Genre
Comedy of Manners
Language
English
Setting and Context
Restoration England
Narrator and Point of View
N/A
Tone and Mood
Satirical
Protagonist and Antagonist
N/A
Major Conflict
Mirabell wants to marry Ms. Millamant, but her aunt Lady Wishfort hates Mirabell for a past offense and holds power over Ms. Millamant's inheritance.
Climax
Mr. Fainall attempts to use the exposure of Mirabell's scheme and prior relationship with Mrs. Fainall as leverage to get all of Lady Wishfort's money, but Mirabell and Ms. Millamant foil his plan.
Foreshadowing
Ms. Marwood overhearing Foible's conversation with Mrs. Fainall regarding Mirabell's scheme and promising aloud to write Lady Wishfort a letter to be delivered at a later time, as well as her subsequently creating her own scheme with Mr. Fainall, foreshadows and directly leads to the play's climax.
Understatement
N/A
Allusions
Countless references to poems and novels are made in the play, most prominently to an untitled poem by Sir John Suckling, "The Story of Phoebus and Daphne, Applied" by Edmund Waller, and Don Quixote, less directly, at multiple places in the play.
Imagery
Imagery-full similes and metaphors are employed to create bright and witty dialogue throughout the play. Furthermore, as a visual medium, the play is full of action and emotion to create interesting visual imagery, especially with the importance of fashion and makeup to the play.
Paradox
N/A
Parallelism
The relationship of Mirabell and Ms. Millamont is paralleled and foiled by that of Fainall and Ms.
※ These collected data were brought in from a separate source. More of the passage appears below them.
// A small hand-made network in the invented city of Vellmoor, for model and audit tests: route V1 along
// one street (stops at the given distances), route V2 crossing it at one shared stop.
import type { Feed, Stop } from '../../src/gtfs/types.js';
import type { Pattern, PatternSet } from '../../src/network/types.js';
import { assembleFeed, handPattern, routesAtStopOf } from './feedObject.js';

const LAT0 = 52.1;
const M_PER_DEG_LAT = 111_320;

function stopAt(id: string, name: string, eastM: number, northM = 0): Stop {
  return {
    id,
    code: '',
    name,
    lat: LAT0 + northM / M_PER_DEG_LAT,
    lon: 4.3 + eastM / (M_PER_DEG_LAT * Math.cos((LAT0 * Math.PI) / 180)),
    locationType: 0,
    parentStation: '',
  };
}

export interface Handmade {
  feed: Feed;
  patterns: PatternSet;
}

/** V1: stops at `distM` along an east-west street; V2: a north-south route through V1's stop `sharedAt`. */
export interface HandmadeOptions {
  distM?: number[];
  tripsPerDay?: number;
  runTimeS?: number; // V1's whole run, seconds (default: its length at 4 m/s)
  timepoints?: number[];
  sharedAt?: number;
}

export function handmadeNetwork({
  distM = [0, 150, 260, 420, 520, 700, 860, 1000, 1120, 1300, 1550, 1700],
  tripsPerDay = 60,
  runTimeS,
  timepoints = [],
  sharedAt = 5,
}: HandmadeOptions = {}): Handmade {
  const stops: Stop[] = distM.map((d, j) => stopAt(`v1-${j}`, `Vellmoor Street ${j}`, d));
  const v2 = [stopAt('v2-n', 'North Gate', distM[sharedAt], 600), stopAt('v2-s', 'South Gate', distM[sharedAt], -600)];
  stops.push(...v2);
  const stopIndex = new Map(stops.map((s, i) => [s.id, i]));
  const n = distM.length;
  const mk = (id: string, routeId: string, stopIdx: number[], d: number[], trips: number, rt: number): Pattern =>
    handPattern({
      id,
      routeId,
      headsign: routeId === 'V1' ? 'Harbour' : 'South Gate',
      tripIds: Array.from({ length: trips }, (_, k) => `${id}-t${k}`),
      stopIdx,
      distAlongM: d,
      timepoint: d.map((_, j) => routeId === 'V1' && timepoints.includes(j)),
      gapRunTimeS: d.slice(1).map((x, j) => ((x - d[j]) / d[d.length - 1]) * rt),
      runTimeS: rt,
    });
  const v1 = mk(
    'V1:0:1',
    'V1',
    distM.map((_, j) => j),
    distM,
    tripsPerDay,
    runTimeS ?? distM[n - 1] / 4,
  );
  const v2p = mk('V2:0:1', 'V2', [stopIndex.get('v2-n')!, sharedAt, stopIndex.get('v2-s')!], [0, 600, 1200], 20, 300);
  const routesAtStop = routesAtStopOf([v1, v2p]);
  const feed: Feed = assembleFeed({
    source: 'vellmoor-handmade',
    date: '2026-10-14',
    contentHash: '0'.repeat(64),
    routes: [
      { id: 'V1', agencyId: 'VT', shortName: '1', longName: 'Harbour line', type: 3 },
      { id: 'V2', agencyId: 'VT', shortName: '2', longName: 'Gate line', type: 3 },
    ],
    stops,
    trips: [],
    shapes: [],
    calendar: [],
    feedInfo: { publisherName: 'Vellmoor Transit', version: 'hand-1', startDate: '20260901', endDate: '20261231' },
  });
  return { feed, patterns: { date: '2026-10-14', patterns: [v1, v2p], routesAtStop } };
}
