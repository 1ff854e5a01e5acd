// The closed table of warning codes: every recoverable oddity a run counts (WarningSink), with a title, the
// explanation shown in summary.json and on the page ({name} slots are filled with the values of the run),
// and whether `stopspan check` counts it as a dangling reference. WarningSink.add takes only a code of this
// table, so a new warning cannot be raised without its text; the README's warning list is tested against it.

export interface WarningEntry {
  title: string;
  explanation: string; // one line for people; {name} is filled from the values given where it is raised
  check: boolean; // counted by `stopspan check` under dangling-reference (the reader dropped rows for an id that points nowhere)
}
Marwood, a couple less successful in society and in the play's outcome.
Personification
N/A
Use of Dramatic Devices
Metatheatricality is employed in the prologue, epilogue, and a quote discussed in the Act V summary spoken by Witwoud. Oftentimes, action will take place offstage and be discussed, adding to the theme of gossip and to the suspense of the play, as so much is rumor and hearsay.